Benefits (and tips) of an upgrade from JBoss 4.2.x to JBoss 5.x, 6.x, 7.x and WildFly 8.x?

haylem picture haylem · Jun 1, 2011 · Viewed 19.8k times · Source

Please assume that I do not need to worry about development time and costs: I am interested in general technical benefits (improved performance? improved APIs?) and new features.

I am currently working on products using 4.2.x, and we consider a major shift for versions that are a long time ahead and need to converge.

I had a brief look at the release notes of each version and some articles about each release for 5.x, 6.x, 7.x and 8.x. But I would be glad to have first-hand feedback from people who have made the switch.

I noticed there are some important changes surrounding messaging (switching from JBoss MQ to JBoss Messenging), and that for JBoss 7.x it seems to change a fair bit its configuration layer. Then there's a lot more going on when switching to JBoss/WildFly 8.x.

Please recommend good articles pointing at pitfalls if you can. I found a few for migrations to JBoss 5.x, but not that many for 6.x or even 7.x, and someone else is evaluating 8.x for us now. Feel free to recommend alternatives as well if you think they are relevant, though I'd prefer to focus only on JBoss.

For information, we use a mix of JPF- and OSGi-enabled (using Eclipse Equinox) plugin-based systems, with clients developed in Swing (some deployed via WebStart).

Update: Though this question brought some great answers already, I think it deserves an update for WildFly (and actually, our internal projects delayed making the switch from 4.2.x to 7.x as originally planned to wait for WildFly).
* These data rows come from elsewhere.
package main

import (
	"fmt"
	"path/filepath"
	"strings"

	"github.com/spf13/cobra"

	"railproof/checks"
	"railproof/checks/policy"
	"railproof/netlist"
)

// sourceFlags says what is read beside a netlist.
type sourceFlags struct {
	duty, policy, parts string
	include             []string
	noShared            bool

	opened fileList // what the runs have read so far
	jobs   int
}

func (f *sourceFlags) add(c *cobra.Command) {
	c.Flags().StringVar(&f.duty, "duty", "", "duty sheet `FILE` (default: the netlist's name with the ending .duty, if it is there)")
	c.Flags().BoolVar(&f.noShared, "no-shared", false, "pass over the shared sheet "+netlist.SharedSheet+" of the netlist's folder or one above it")
	c.Flags().StringVar(&f.policy, "policy", "", "derating policy, a built-in `NAME` or a CSV file (default: the duty sheet's, else "+policy.Default+")")
	c.Flags().StringVar(&f.parts, "parts", "", "ratings of your own, a CSV `FILE` with the columns of the built-in tables")
	c.Flags().StringArrayVar(&f.include, "include", nil, "`DIR` in which included files are looked for, repeatable")
	c.Flags().IntVar(&f.jobs, "jobs", 0, "how much is solved at once (default: one a core)")
	completeFlag(c, "policy", completePolicy)
	completeFlag(c, "duty", completeFiles(".duty"))
	completeFlag(c, "parts", completeFiles(".csv"))
	completeFlag(c, "include", completeFolders)
	if c.ValidArgsFunction == nil {
		c.ValidArgsFunction = whileWanted(completeFiles(netlistEndings...))
	}
}

func (f *sourceFlags) validate(files int) error {
	if f.duty != "" && files > 1 {
		return fmt.Errorf("--duty names the sheet of one netlist, but %d are given", files)
	}
	if f.jobs < 0 {
		return fmt.Errorf("--jobs %d; expected 0 or more", f.jobs)
	}
	return nil
}

// reads lists every file that a run over netlists reads by name: the netlists, their sheets, and the tables.
func (f *sourceFlags) reads(netlists ...string) []string {
	list := []string{f.duty, f.parts}
	if policy.IsFile(f.policy) {
		list = append(list, f.policy)
	}
	for _, n := range netlists {
		own := strings.TrimSuffix(n, filepath.Ext(n)) + ".duty"
		if f.duty != "" {
			own = f.duty
		}
		list = append(list, n, own)
		if !f.noShared {
			list = append(list, netlist.FindSharedSheet(n, own))
		}
	}
	return list
}

// spare refuses to write over what was read, included files too.
func (f *sourceFlags) spare(targets []target) error { return spare(named(targets), f.opened.list()) }

func (f *sourceFlags) options(file string) checks.Options {
	return checks.Options{
		Source: netlist.Source{File: file, DutyFile: f.duty, IncludeDirs: f.include, NoShared: f.noShared, Opened: f.opened.add},
		Policy: f.policy, PartsFile: f.parts, Jobs: f.jobs,
	}
}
New thoughts and answers are welcome.

Answer

Dave picture Dave · Jun 3, 2011

I've upgraded from JBoss 4 to 5 and from experience the following are the most important to note:

  • JBoss 5 (and 6 and 7) are not as forgiving as JBoss 4 with XML files. You must make sure that all your deployment descriptor XML files are valid. You may be using DTDs in some files - I recommend upgrading these to use XML schema instead.
  • Some libraries may cause incompatibilities. This can be particularly true if you access web services and/or do XML parsing
  • If you precompile your JSPs in JBoss 4, you probably won't be able to in JBoss 6/7.
  • JBoss 4 and 5 use different message queue implementations. If you have any message queues or topics defined you will need to redefine them.
  • JBoss TreeCache is no longer used. If you use this for caching purposes, you will need to change to use the new JBoss cache instead.
  • JBoss 5 security is different. If your remote clients require secured access to JBoss, you will need to configure them differently.

Some useful resources are:

http://java.dzone.com/articles/migrating-jboss-4-jboss-5 http://venugopaal.wordpress.com/2009/02/02/jboss405-to-jboss-5ga

Officially JBoss 6 is only certified for the Java EE Web Profile, so if you use "legacy" features such as EJB 2.x, they will potentially not be supported in the future. Depending on the lifecycle of your application, this may or may not be a problem. JBoss 6 currently supports EJB2.1 fully, but it is not certified against this.

I have also found that JBoss 5 handles memory a lot better that JBoss 4. With JBoss 4 I see a lot more PermGen errors than I do with JBoss 5.